#### Input ####
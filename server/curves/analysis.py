"""Everything that was found in a curve, and the answer that leaves the room."""

from dataclasses import dataclass
from typing import Any

import numpy as np

from server.curves.findings import CurveFinding
from server.curves.fitting import Fitted
from server.curves.gran import GranLine
from server.curves.jumps import CleanCurve
from server.curves.outcome import EndPoint, Method, Outcome
from server.curves.points import TitrationCurve

FORMAT = "equivalence/1"


@dataclass(frozen=True, slots=True, eq=False)
class Analysis:
    """Everything that was found in a curve: for the answer, for drawing, for a second look.

    ``jump`` is the segment of ``clean`` at which the curve jumps last, ``other_step`` what the
    methods answer for an earlier one.
    """

    curve: TitrationCurve
    clean: CleanCurve
    jump: int
    outcomes: tuple[Outcome, ...]
    other_step: tuple[Outcome, ...]
    proposed: Method
    fitted: Fitted | None
    gran: tuple[GranLine, ...]
    findings: tuple[CurveFinding, ...]

    def outcome(self, method: Method) -> Outcome:
        """Return what one method answers."""
        return next(one for one in self.outcomes if one.method == method)

    def to_document(self) -> dict[str, Any]:
        """Return the answer in the ``equivalence/1`` shape."""
        document: dict[str, Any] = {
            "format": FORMAT,
            "points": self.curve.size,
            "kind": self.curve.kind,
            "direction": self.curve.direction,
            "methods": [one.to_document() for one in self.outcomes],
            "proposed": self.proposed,
            "fit": None if self.fitted is None else fit_document(self.fitted),
            "findings": [one.to_document() for one in self.findings],
        }
        if self.other_step:
            document["other_step"] = [one.to_document() for one in self.other_step]
        return document


def fit_document(fitted: Fitted) -> dict[str, Any]:
    """Return a fit's parameters, each with its u, as a JSON-able document."""
    fit, uncertainty = fitted.fit, fitted.uncertainty
    steps = [f"pK{step + 1}" for step in fit.balance.system.fitted_steps]
    off = fit.off_pH[fit.trust > 0.5]
    chemistry = fit.chemistry
    document: dict[str, Any] = {
        "effective_mL": fit.effective_mL,
        "u_fit_mL": uncertainty.fit_mL,
        "u_model_mL": uncertainty.model_mL,
        "u_parts_mL": dict(uncertainty.parts),
        "effective_mol_L": chemistry.c * (1 - chemistry.f),
        "probe_slope": fit.value("slope"),
        "u_probe_slope": fit.u("slope"),
        "probe_offset": fit.value("offset"),
        "u_probe_offset": fit.u("offset"),
        "pK": fit.value(steps[-1]),
        "u_pK": fit.u(steps[-1]),
        "pKs": {name: fit.value(name) for name in steps},
        "carbonate_fraction": None,
        "u_carbonate_fraction": None,
        "carbonate_mol_L": None,
        "residual_rms": float(np.sqrt(np.mean(off * off))),
        "reading_u": fit.reading_u,
        "volume_u_mL": fit.volume_u,
        "down_weighted": list(fitted.down_weighted),
        "lag_s": fitted.lag.lag_s,
        "rounds": fit.rounds,
    }
    if fit.balance.system.takes_up_carbonate:
        document |= {
            "carbonate_fraction": chemistry.f,
            "u_carbonate_fraction": fit.u("carbonate"),
            "carbonate_mol_L": chemistry.c * chemistry.f,
        }
    return document


def proposed_method(outcomes: dict[Method, Outcome], findings: list[CurveFinding]) -> Method:
    """Return the method to propose: the fit unless something of it fails, then a derivative."""
    order: list[Method] = ["first derivative", "second derivative", "steepest segment"]
    if all(one.verdict != "fails" for one in findings):
        order.insert(0, "model fit")
    return next(method for method in order if isinstance(outcomes[method], EndPoint))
####
Work to be completed:
Transcribe each entry exactly.

Finished task:
filename server/curves/analysis.py
"""Everything that was found in a curve, and the answer that leaves the room."""

from dataclasses import dataclass
from typing import Any

import numpy as np

from server.curves.findings import CurveFinding
from server.curves.fitting import Fitted
from server.curves.gran import GranLine
from server.curves.jumps import CleanCurve
from server.curves.outcome import EndPoint, Method, Outcome
from server.curves.points import TitrationCurve

FORMAT = "equivalence/1"


@dataclass(frozen=True, slots=True, eq=False)
class Analysis:
    """Everything that was found in a curve: for the answer, for drawing, for a second look.

    ``jump`` is the segment of ``clean`` at which the curve jumps last, ``other_step`` what the
    methods answer for an earlier one.
    """

    curve: TitrationCurve
    clean: CleanCurve
    jump: int
    outcomes: tuple[Outcome, ...]
    other_step: tuple[Outcome, ...]
    proposed: Method
    fitted: Fitted | None
    gran: tuple[GranLine, ...]
    findings: tuple[CurveFinding, ...]

    def outcome(self, method: Method) -> Outcome:
        """Return what one method answers."""
        return next(one for one in self.outcomes if one.method == method)

    def to_document(self) -> dict[str, Any]:
        """Return the answer in the ``equivalence/1`` shape."""
        document: dict[str, Any] = {
            "format": FORMAT,
            "points": self.curve.size,
            "kind": self.curve.kind,
            "direction": self.curve.direction,
            "methods": [one.to_document() for one in self.outcomes],
            "proposed": self.proposed,
            "fit": None if self.fitted is None else fit_document(self.fitted),
            "findings": [one.to_document() for one in self.findings],
        }
        if self.other_step:
            document["other_step"] = [one.to_document() for one in self.other_step]
        return document


def fit_document(fitted: Fitted) -> dict[str, Any]:
    """Return a fit's parameters, each with its u, as a JSON-able document."""
    fit, uncertainty = fitted.fit, fitted.uncertainty
    steps = [f"pK{step + 1}" for step in fit.balance.system.fitted_steps]
    off = fit.off_pH[fit.trust > 0.5]
    chemistry = fit.chemistry
    document: dict[str, Any] = {
        "effective_mL": fit.effective_mL,
        "u_fit_mL": uncertainty.fit_mL,
        "u_model_mL": uncertainty.model_mL,
        "u_parts_mL": dict(uncertainty.parts),
        "effective_mol_L": chemistry.c * (1 - chemistry.f),
        "probe_slope": fit.value("slope"),
        "u_probe_slope": fit.u("slope"),
        "probe_offset": fit.value("offset"),
        "u_probe_offset": fit.u("offset"),
        "pK": fit.value(steps[-1]),
        "u_pK": fit.u(steps[-1]),
        "pKs": {name: fit.value(name) for name in steps},
        "carbonate_fraction": None,
        "u_carbonate_fraction": None,
        "carbonate_mol_L": None,
        "residual_rms": float(np.sqrt(np.mean(off * off))),
        "reading_u": fit.reading_u,
        "volume_u_mL": fit.volume_u,
        "down_weighted": list(fitted.down_weighted),
        "lag_s": fitted.lag.lag_s,
        "rounds": fit.rounds,
    }
    if fit.balance.system.takes_up_carbonate:
        document |= {
            "carbonate_fraction": chemistry.f,
            "u_carbonate_fraction": fit.u("carbonate"),
            "carbonate_mol_L": chemistry.c * chemistry.f,
        }
    return document


def proposed_method(outcomes: dict[Method, Outcome], findings: list[CurveFinding]) -> Method:
    """Return the method to propose: the fit unless something of it fails, then a derivative."""
    order: list[Method] = ["first derivative", "second derivative", "steepest segment"]
    if all(one.verdict != "fails" for one in findings):
        order.insert(0, "model fit")
    return next(method for method in order if isinstance(outcomes[method], EndPoint))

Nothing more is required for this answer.